Executives at foreign companies in China increasingly believe the Chinese government targets their companies for unfair enforcement of anti-monopoly and other laws, according to the results of a new survey. The result, they say, is that if conditions fail to improve, they may cut investments.
In a survey conducted last month by the American Chamber of Commerce in China, 60 percent of the respondents said they feel foreign business is less welcome in the country than before. That percentage is up from 41 percent in a late-2013 survey. Furthermore, 49 percent said foreign companies are being singled out in recent pricing or anti-corruption campaigns.
American Chamber members say they have “growing perceptions that multinational companies are under selective and subjective enforcement by Chinese government agencies,” Greg Gilligan, the group’s chairman, wrote in a report, a recent Bloomberg article reports. Laws and rules “lack transparency and are at times only vaguely related to the particular case,” Gilligan continued.
Dozens of foreign companies—in industries such as pharmaceuticals, medical devices, high technology and autos—are being targeted, according to Les Ross, the American chamber’s vice chairman. For instance, Chinese regulators opened an anti-monopoly investigation into Microsoft Corp. in July.
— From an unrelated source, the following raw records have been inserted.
import { evaluateNames } from "../compile/evaluate.js";
import type { Expression } from "../expressions/ast.js";
import { isFault } from "../expressions/fault.js";
import { parseValue } from "../expressions/parse.js";
import type { Named, Network } from "../model/network.js";
import type { Problem } from "../problems/problem.js";
import { collector } from "../problems/report.js";
import { child, type MapNode, type ScalarNode, type Tree } from "../read/tree.js";
import { placeOf } from "../text/source.js";
import { differenceInUnit, fromUnit, inUnit, type Unit } from "../units/unit.js";
import { withValue } from "./insert.js";

/** A value to put back, SI, and its standard error where there is one. */
export interface NewValue {
  readonly name: string;
  readonly value: number;
  readonly standardError: number | undefined;
}

/** A value that was put back: the text of the value before and after, and its line. */
export interface Rewritten {
  readonly name: string;
  readonly before: string;
  readonly after: string;
  readonly line: number;
}

export interface WrittenBack {
  /** The file with the new values; undefined where one of them cannot be put back. */
  readonly text: string | undefined;
  readonly rewritten: readonly Rewritten[];
  readonly problems: readonly Problem[];
}

/** A document whose parameters stand under `parameters:`: a network, or a chemistry. */
export interface Written extends Pick<Network, "at" | "names" | "order" | "units"> {
  readonly tree: MapNode;
}

/**
 * The text of a network with new values of parameters in the place of the old ones. Only the digits of each `value:` are
 * replaced, so that comments, order, quotes, units and a `±` beside the value stay; a rule is replaced by a number in the
 * unit that it had. As many digits as the standard error supports (to its second), more where the rounded number would
 * leave its bounds; six without one. A value that other networks share, in the base of a variant or in a part, is left
 * alone: the new one goes into the network's own `change:`, or into the `with:` of the part.
 */
export function writeBack(network: Written, values: readonly NewValue[]): WrittenBack {
  const { report, problems } = collector();
  const { source } = network.at;
  const spans = spansOf(network.tree);
  const edits: (Rewritten & { readonly from: number; readonly to: number })[] = [];
  const additions: Addition[] = [];
  for (const given of values) {
    const named = network.names.find((n) => n.name === given.name && n.role === "parameter");
    const node = child(child(child(network.tree, "parameters"), given.name), "value");
    const refuse = (why: string): void => report("not-written-back", node?.at ?? network.at, { name: given.name, why });
    const path = named && pathOf(named, source.path);
    if (path) additions.push({ given, named, path });
    else if (!named || node?.type !== "scalar") refuse("it is no parameter with a `value:`");
    else if ((spans.get(node.at.from) ?? 0) > 1) refuse("an anchor shares it with other places");
    else {
      const edit = editOf(node, named, given, network);
      if (edit) edits.push(edit);
      else refuse("its text is not written as a plain value");
    }
  }
  let text = [...edits]
    .sort((a, b) => b.from - a.from)
    .reduce((t, { from, to, after }) => t.slice(0, from) + after + t.slice(to), source.text);
  const rewritten = edits.map(({ from: _, to: __, ...edit }): Rewritten => edit);
  for (const { given, named, path } of additions) {
    const { at, unit, expression } = named.value;
    const written = plainUnit(expression) ?? unit ?? network.units.unitFor(named.value.dimension);
    const after = `${digitsOf(given, written, boundsOf(named, network))} ${written.name}`.trim();
    const added = withValue(text, path, after);
    if (added) {
      text = added.text;
      rewritten.push({ name: given.name, before: at.source.text.slice(at.from, at.to), after, line: added.line });
    } else {
      const why = `'${source.path}' has no place for it under \`${path.slice(0, -1).join(": ")}\``;
      report("not-written-back", network.at, { name: given.name, why });
    }
  }
  return problems.length > 0 ? { text: undefined, rewritten: [], problems } : { text, rewritten, problems };
}

/** A value that is written in a file of others, and where this network's own may stand. */
interface Addition {
  readonly given: NewValue;
  readonly named: Named;
  readonly path: readonly string[];
}

/** Undefined where the value is written in the network's own file. */
function pathOf({ name, value }: Named, own: string): readonly string[] | undefined {
  const dot = name.indexOf(".");
  if (dot >= 0) return ["compartments", name.slice(0, dot), "with", name.slice(dot + 1)];
  return value.at.source.path === own ? undefined : ["parameters", name, "value"];
}

/** How often each place of the source stands in the tree: an alias brings it there again. */
function spansOf(tree: Tree): Map<number, number> {
  const spans = new Map<number, number>();
  const look = (node: Tree): void => {
    if (node.type === "scalar") spans.set(node.at.from, (spans.get(node.at.from) ?? 0) + 1);
    else if (node.type === "list") node.items.forEach(look);
    else for (const { value } of node.entries) look(value);
  };
  look(tree);
  return spans;
}

function editOf(node: ScalarNode, named: Named, given: NewValue, network: Written) {
  const { source, from, to } = node.at;
  const raw = source.text.slice(from, to);
  const inset = node.plain ? 0 : 1;
  if (raw.slice(inset, raw.length - inset) !== node.text) return undefined;
  const written = parseValue(node.text);
  if (isFault(written)) return undefined;
  const { at } = written.expression;
  const old = node.text.slice(at.from, at.to);
  const unit = plainUnit(written.expression) ?? named.value.unit ?? network.units.unitFor(named.value.dimension);
  const number = digitsOf(given, unit, boundsOf(named, network));
  // What follows the digits is the unit as it was typed.
  const tail = plainUnit(written.expression)
    ? /^[-+−]?(?:\d+\.?\d*|\.\d+)(?:[eE][-+]?\d+)?(.*)$/s.exec(old)?.[1]
    : undefined;
  const after = tail === undefined ? `${number} ${unit.name}`.trim() : number + tail;
  const start = from + inset + at.from;
  const line = placeOf({ source, from: start, to: start }).line;
  return { name: given.name, before: old, after, line, from: start, to: from + inset + at.to };
}

/** The unit of a value that is a number and no more. */
function plainUnit(e: Expression): Unit | undefined {
  if (e.type === "number") return e.unit;
  return e.type === "negate" && e.of.type === "number" ? e.of.unit : undefined;
}

function boundsOf({ between }: Named, network: Written): readonly [number, number] {
  if (!between) return [Number.NEGATIVE_INFINITY, Number.POSITIVE_INFINITY];
  const env = evaluateNames(network);
  return [between[0].of(env), between[1].of(env)];
}

function digitsOf({ value, standardError }: NewValue, unit: Unit, [low, high]: readonly [number, number]): string {
  const x = inUnit(value, unit);
  const error = standardError === undefined ? 0 : differenceInUnit(standardError, unit);
  const supported =
    error > 0 && x !== 0 && Number.isFinite(error)
      ? Math.floor(Math.log10(Math.abs(x))) - Math.floor(Math.log10(error)) + 2
      : 6;
  const isInside = (text: string): boolean => {
    const si = fromUnit(Number(text), unit);
    return si >= low && si <= high;
  };
  for (let digits = Math.min(17, Math.max(2, supported)); digits < 17; digits++) {
    const text = String(Number(x.toPrecision(digits)));
    if (isInside(text)) return text;
  }
  return String(x);
}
Perhaps the example that gathered the most attention was that in July, China fined 10 Japanese auto parts firms more than $200 million in total for price-fixing, reportedly the biggest-ever such penalties. The auto parts companies were found to have implemented monopoly pricing agreements for more than 10 years, the National Development and Reform Commission (NDRC) regulator said in a statement. A number of those companies have since announced price cuts of vehicles or spare parts.
What’s puzzling though, is that the situation is a clear reversal for companies that welcomed plans unveiled by the ruling Communist Party in 2013 to open the state-dominated economy to more private competition. The ruling party under President Xi Jinping has promised to make China’s economy more productive by opening more industries to private and foreign competition. However, foreshadowing what may come to pass, China is also trying to create industry leaders in industries such as automotive, telecommunications and aerospace. That, some business leaders say, is what has prompted regulators to use a six year-old antimonopoly law and other regulations to shield domestic companies from competition.
Responding to the U.S. Chamber’s report in Bejing, Qin Gang, a Foreign Ministry spokesman, said China’s anti-monopoly measures are transparent, fair and done in accordance with the law, the Bloomberg article notes.
“China will always welcome foreign companies and enterprises to develop cooperation in all fields and build a good market economy,” Qin said. “At the same time, we request foreign companies observe Chinese laws while in China.”
In perhaps the most cut and dried statement, Kim Woodard, a former vice chairman of the American Chamber, said foreign companies used to have a “sense of cooperation” with Chinese regulators but believe that has changed over the past two years, according to an article in The Seattle Times.
“Now, what’s happening is you have aggressive enforcement actions against selected companies,” said Woodard. “That starts to look like another barrier to market access.”
It’s challenging enough to conduct business in foreign countries. But if it seems the deck is stacked against them by a government trying at the same time to create a favorable environment for national companies, it certainly makes business more challenging. If the situation doesn’t change—and it looks like it won’t be changing anytime soon—one must wonder if those U.S. companies will follow through on cutting future investments.
What are your thoughts? What else can those companies do?